Tue 06 Nov 2018
Commercial property rental is not the most natural first choice for portfolio investment, but the yields can be just a good with arguably less effort.
There are three categories of commercial property:
- Retail Property – supermarkets, retail warehouses, high street shops and shopping centres;
- Office Property – purpose-built facilities for businesses, complete with associated and essential services such as high-speed internet;
- Industrial Property – warehouses, garaging, storage facilities and industrial units.
For the average investor, finding the funds to buy an entire supermarket might be a bit of a stretch. With any buy to let property you will typically require a higher loan to value ratio (around 30 – 40% in many cases); therefore, initial outlay for a deposit is higher than a standard residential mortgage.
There are ways that you can invest in commercial property on a larger scale without needing to shell out mega bucks by yourself. First, you must evaluate whether or not investing in commercial property could be a good thing.
What are the Benefits of Investing in Commercial Property in the UK?
Compared to other European countries and the US, the UK benefits from a longer lease structure. On average, the UK has a lease length of eight years across the entire country with the exception of London where it’s even longer at between 10 – 15 years.
Residential leases can be as short as six months but more typically one year plus. Comparably, this is much longer and therefore potentially more secure. Essentially, your rental income on a commercial property investment is guaranteed at a set level for an extended period of time.
How Can I Invest in Commercial Property?
You may well be able to fund the cost of a standalone office unit, shop or small industrial unit. If so, there is no real difference in the purchase and subsequent rental process. You will be responsible for allocated maintenance as per the lease agreement and are solely responsible for the monthly mortgage repayments.
A wise option might be to pass on the property management aspect to a letting agent in order for the investment to be as hassle-free as possible.
An alternative way to invest in commercial property is through investment funds or trusts. With a lump sum investment of as little as £500 you can buy in to a fund that does one of two things:
- Directly owns properties;
- Buys shares in property-related companies.

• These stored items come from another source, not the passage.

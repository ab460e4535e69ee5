/** The record of steps taken on a block, with the columns just before each, so a step can be undone. */
import { QueryTypes, type Transaction } from 'sequelize';
import { Block } from '../db/models';

export type StepAction = 'sewn' | 'handed_in' | 'received' | 'measured' | 'trimmed' | 'accepted';

/** The block columns a step may change, which an undo puts back. */
const RESTORED = [
  'state',
  'handInHow',
  'handInNote',
  'trimmed',
  'trimmedAt',
  'verdict',
  'receivedById',
  'sewnAt',
  'handedInAt',
  'receivedAt',
  'measuredAt',
  'acceptedAt',
  'acceptedById',
  'acceptedReason',
] as const;
export type Snapshot = Partial<Record<(typeof RESTORED)[number], unknown>>;

/** What the block looks like now, to keep with the step about to change it. */
export function snapshotOf(block: Block): Snapshot {
  return Object.fromEntries(RESTORED.map((k) => [k, block.get(k) ?? null]));
}

/** Records a step taken on a block, inside the transaction that took it. */
export async function recordStep(
  transaction: Transaction,
  step: { blockId: number; action: StepAction; byId: number; before: Snapshot; measurementId?: number | null },
): Promise<void> {
  await Block.sequelize!.query(
    `INSERT INTO block_steps (block_id, action, by_id, before, measurement_id) VALUES ($blockId, $action, $byId, $before::jsonb, $measurementId)`,
    {
      bind: {
        blockId: step.blockId,
        action: step.action,
        byId: step.byId,
        before: JSON.stringify(step.before),
        measurementId: step.measurementId ?? null,
      },
      type: QueryTypes.INSERT,
      transaction,
    },
  );
}
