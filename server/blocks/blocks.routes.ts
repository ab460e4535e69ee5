/** Block routes: a swap's block list, the maker's steps, the coordinator's intake and measuring. */
import { Router, type Request } from 'express';
import type { Transaction } from 'sequelize';
import type { ZodType } from 'zod';
import {
  acceptBlockSchema,
  blockParamsSchema,
  handInManySchema,
  handInSchema,
  measurementBodySchema,
  receiveSchema,
} from '@shared/schemas/blocks';
import { blocksQuerySchema, swapParamsSchema } from '@shared/schemas/swaps';
import { route, sendReply, transactionRoute } from '../http/route';
import { currentUser, requireUser } from '../auth/require-user';
import { canReadSwap } from '../swaps/swaps.policy';
import { canActAsMaker, canManageBlock, canReadBlock, type BlockAccess } from './blocks.policy';
import type { AppDeps } from '../deps';
import * as blocks from './blocks.service';
import { listMeasurements, readForMeasurement, recordMeasurement } from './measurements.service';
import { answerAsBefore } from './idempotency';
import { acceptByDecision, undoLastStep } from './block-steps';
import { handInMany } from './hand-in-many';

type BlockInput = { params: { blockId: number }; transaction?: Transaction };
type BlockPolicy = typeof canReadBlock;

export function blocksRouter(deps: AppDeps) {
  const router = Router();
  const db = deps.sequelize;
  // With the route's transaction the policy locks the block it reads; the service changes that instance.
  const as =
    (policy: BlockPolicy) =>
    (req: Request, { params, transaction }: BlockInput) =>
      policy({ pool: deps.pool, transaction }, currentUser(req).id, params.blockId);
  const locked = (access: BlockAccess, transaction: Transaction) => ({ block: access.block, swap: access.swap, transaction });
  /** A change to one block: the policy's read is the locked read, and the answer is sent after commit. */
  const change = <B extends ZodType | undefined>(body: B, policy: BlockPolicy) => ({
    params: blockParamsSchema,
    body,
    authorize: as(policy),
    recover: answerAsBefore,
  });

  router.get(
    '/swaps/:swapId/blocks',
    requireUser,
    route(
      {
        params: swapParamsSchema,
        query: blocksQuerySchema,
        authorize: (req, { params }) => canReadSwap(deps, currentUser(req).id, params.swapId),
      },
      async ({ query, access: { swap, canManage, verdictsVisibleTo } }, req, res) => {
        res.json(await blocks.listBlocks(deps, swap, { userId: currentUser(req).id, canManage, verdictsVisibleTo }, query));
      },
    ),
  );

  router.get(
    '/blocks/:blockId',
    requireUser,
    route({ params: blockParamsSchema, authorize: as(canReadBlock) }, async ({ access }, req, res) => {
      res.json(await blocks.getBlock(deps, access, { userId: currentUser(req).id, canManage: access.canManage }));
    }),
  );

  router.get(
    '/blocks/:blockId/measurements',
    requireUser,
    route({ params: blockParamsSchema, authorize: as(canReadBlock) }, async ({ access: { block } }, _req, res) => {
      res.json(await listMeasurements(deps, block));
    }),
  );

  router.post(
    '/blocks/:blockId/sewn',
    requireUser,
    transactionRoute(db, change(undefined, canActAsMaker), ({ access, transaction }, req) =>
      blocks.markSewn(deps, locked(access, transaction), currentUser(req).id),
    ),
  );

  router.post(
    '/blocks/:blockId/handed-in',
    requireUser,
    transactionRoute(db, change(handInSchema, canActAsMaker), ({ access, transaction, body }, req) =>
      blocks.handIn(deps, locked(access, transaction), currentUser(req).id, body),
    ),
  );

  router.post(
    '/blocks/:blockId/received',
    requireUser,
    transactionRoute(db, change(receiveSchema, canManageBlock), ({ access, transaction, body }, req) =>
      blocks.receive(deps, locked(access, transaction), currentUser(req).id, body.clientId),
    ),
  );

  router.post(
    '/blocks/:blockId/trimmed',
    requireUser,
    transactionRoute(db, change(undefined, canManageBlock), ({ access, transaction }, req) =>
      blocks.markTrimmed(deps, locked(access, transaction), currentUser(req).id),
    ),
  );

  router.post(
    '/blocks/:blockId/measurements',
    requireUser,
    // No transaction of its own: one read, then one statement that writes only if the block is as read.
    route(
      {
        params: blockParamsSchema,
        body: measurementBodySchema,
        authorize: (req, { params }) => readForMeasurement(deps, currentUser(req).id, params.blockId),
      },
      async ({ access, body }, req, res) => sendReply(res, await recordMeasurement(deps, currentUser(req), body, access)),
    ),
  );

  router.post(
    '/swaps/:swapId/handed-in',
    requireUser,
    route(
      {
        params: swapParamsSchema,
        body: handInManySchema,
        authorize: (req, { params }) => canReadSwap(deps, currentUser(req).id, params.swapId),
      },
      async ({ body, access }, req, res) => {
        res.json(await handInMany(deps, access.swap, currentUser(req).id, body));
      },
    ),
  );

  router.post(
    '/blocks/:blockId/undo',
    requireUser,
    transactionRoute(db, change(undefined, canReadBlock), ({ access, transaction }, req) =>
      undoLastStep(deps, locked(access, transaction), { userId: currentUser(req).id, canManage: access.canManage }),
    ),
  );

  router.post(
    '/blocks/:blockId/accept',
    requireUser,
    transactionRoute(db, change(acceptBlockSchema, canManageBlock), ({ access, transaction, body }, req) =>
      acceptByDecision(deps, locked(access, transaction), currentUser(req).id, body),
    ),
  );

  return router;
}
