/** How a block answer refers to one of its photos: the routes that serve it, full size and thumbnail. */
import type { PhotoRefDto } from '@shared/swap-types';

export function photoRef(id: number): PhotoRefDto {
  return { id, url: `/api/photos/${id}`, thumbUrl: `/api/photos/${id}?size=thumb` };
}
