/** A maker hands several of their blocks in at once: all of them, or none if one cannot be. */
import type { HandInManyInput } from '@shared/schemas/blocks';
import type { BlockDto } from '@shared/swap-types';
import type { Block, Swap } from '../db/models';
import { ValidationError } from '../http/errors';
import type { AppDeps } from '../deps';
import { blockDtos } from './block-dto';
import { handInLocked, lockedBlock } from './blocks.service';

type Deps = Pick<AppDeps, 'events' | 'sequelize' | 'pool'>;

/**
 * Marks each chosen block handed in, the same way one block is; blocks already handed in keep their
 * first hand-in time. Every block must be the caller's own, in this swap, and not taken in yet.
 */
export async function handInMany(deps: Deps, swap: Swap, actorId: number, input: HandInManyInput): Promise<BlockDto[]> {
  const ids = [...new Set(input.blockIds)].sort((a, b) => a - b);
  const { dtos, changes } = await deps.sequelize.transaction(async (transaction) => {
    const done: Block[] = [];
    const changes: { blockId: number; from: Block['state'] }[] = [];
    // Locked in id order, so two overlapping requests cannot wait on each other.
    for (const id of ids) {
      const { block, swap: own } = await lockedBlock(deps, id, transaction);
      // Someone else's block, or one of another swap, is a mistake in the list, not a matter of rights.
      if (own.id !== swap.id || block.makerId !== actorId) {
        throw new ValidationError('Choose only your own blocks of this swap.', {
          blockIds: `Block ${id} is not one of your blocks in this swap.`,
        });
      }
      const refusal = `Block ${block.sequence} has already been taken in, so its hand-in cannot change.`;
      const from = await handInLocked(deps, { block, swap: own, transaction }, actorId, input, refusal);
      if (from !== 'handed_in') changes.push({ blockId: id, from });
      done.push(block);
    }
    return { dtos: await blockDtos(deps, done, swap, { transaction }), changes };
  });
  for (const c of changes) {
    deps.events.emit('block.changed', {
      swapId: swap.id,
      guildId: swap.guildId,
      actorId,
      blockId: c.blockId,
      makerId: actorId,
      from: c.from,
      to: 'handed_in',
    });
  }
  return dtos;
}
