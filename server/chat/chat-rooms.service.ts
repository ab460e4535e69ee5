import type { ChatRoomDto } from '@shared/schemas/chat';
import { ChatRoom, SewDay, Swap } from '../db/models';
import { can } from '../guilds/guilds.policy';
import { canReadSwap } from '../swaps/swaps.policy';
import { authorizeGuild } from '../guilds/guilds.policy';
import type { RoomAccess } from './chat.policy';
import type { AppDeps } from '../deps';

async function roomTitle(room: ChatRoom): Promise<string> {
  if (room.kind === 'sewday' && room.sewDayId) return (await SewDay.findByPk(room.sewDayId))?.title ?? 'Sew day';
  if (room.kind === 'swap' && room.swapId) return (await Swap.findByPk(room.swapId))?.title ?? 'Swap';
  return 'Chat';
}

export async function roomDto(
  access: Pick<RoomAccess, 'room' | 'canPost' | 'canModerate'>,
  viewerId: number,
): Promise<ChatRoomDto> {
  const { room } = access;
  return {
    id: room.id,
    guildId: room.guildId,
    kind: room.kind,
    title: await roomTitle(room),
    sewDayId: room.sewDayId,
    swapId: room.swapId,
    canPost: access.canPost,
    canModerate: access.canModerate,
    viewerId,
  };
}

/** The swap's chat room, opened the first time anyone asks for it (two people asking at once get the same room). */
export async function swapRoom(deps: Pick<AppDeps, 'sequelize' | 'pool'>, userId: number, swapId: number): Promise<ChatRoomDto> {
  const { swap } = await canReadSwap(deps, userId, swapId);
  const membership = await authorizeGuild(userId, swap.guildId, 'guild:read');
  await deps.sequelize.query(
    `INSERT INTO chat_rooms (guild_id, kind, swap_id, created_at, updated_at) VALUES ($guildId, 'swap', $swapId, now(), now())
     ON CONFLICT (swap_id) DO NOTHING`,
    { bind: { guildId: swap.guildId, swapId } },
  );
  const room = await ChatRoom.findOne({ where: { swapId } });
  return roomDto(
    { room: room!, canPost: can(membership.role, 'chat:post'), canModerate: can(membership.role, 'chat:moderate') },
    userId,
  );
}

Where an investment company owns the property, your return is based on their rental income and growth in value, much the same as residential property purchase. If shares have been bought, your return is based on the growth in the value of the shares and the payment of dividends.
Investing more directly in the “bricks and mortar” route, your income can be considered more secure. This is due to a lower risk of default than residential properties and standard upwards-only rent reviews. Additionally, where an investment fund is responsible for the purchase of a commercial property, you do not have the hassle of property management.
Investment via shares attracts the same risks and rewards as shares in any other business type. Whilst it’s not all “Wolf of Wall Street”, there is natural associated volatility when investing in the stock market. However, you have flexibility of easy liquidity (check the small print on your investment property fund clauses) rather than needing to wait for a sale of property to realise further revenue.
To sum Up:
The purchase of commercial property could be a good diversification move in your property portfolio. There is slightly less inherent risk resulting from national financial crashes that significantly affected residential property prices. Property on the whole is considered a good investment and continuing with direct bricks and mortar purchases means these assets are kept separate from the moving and shaking of the stock market.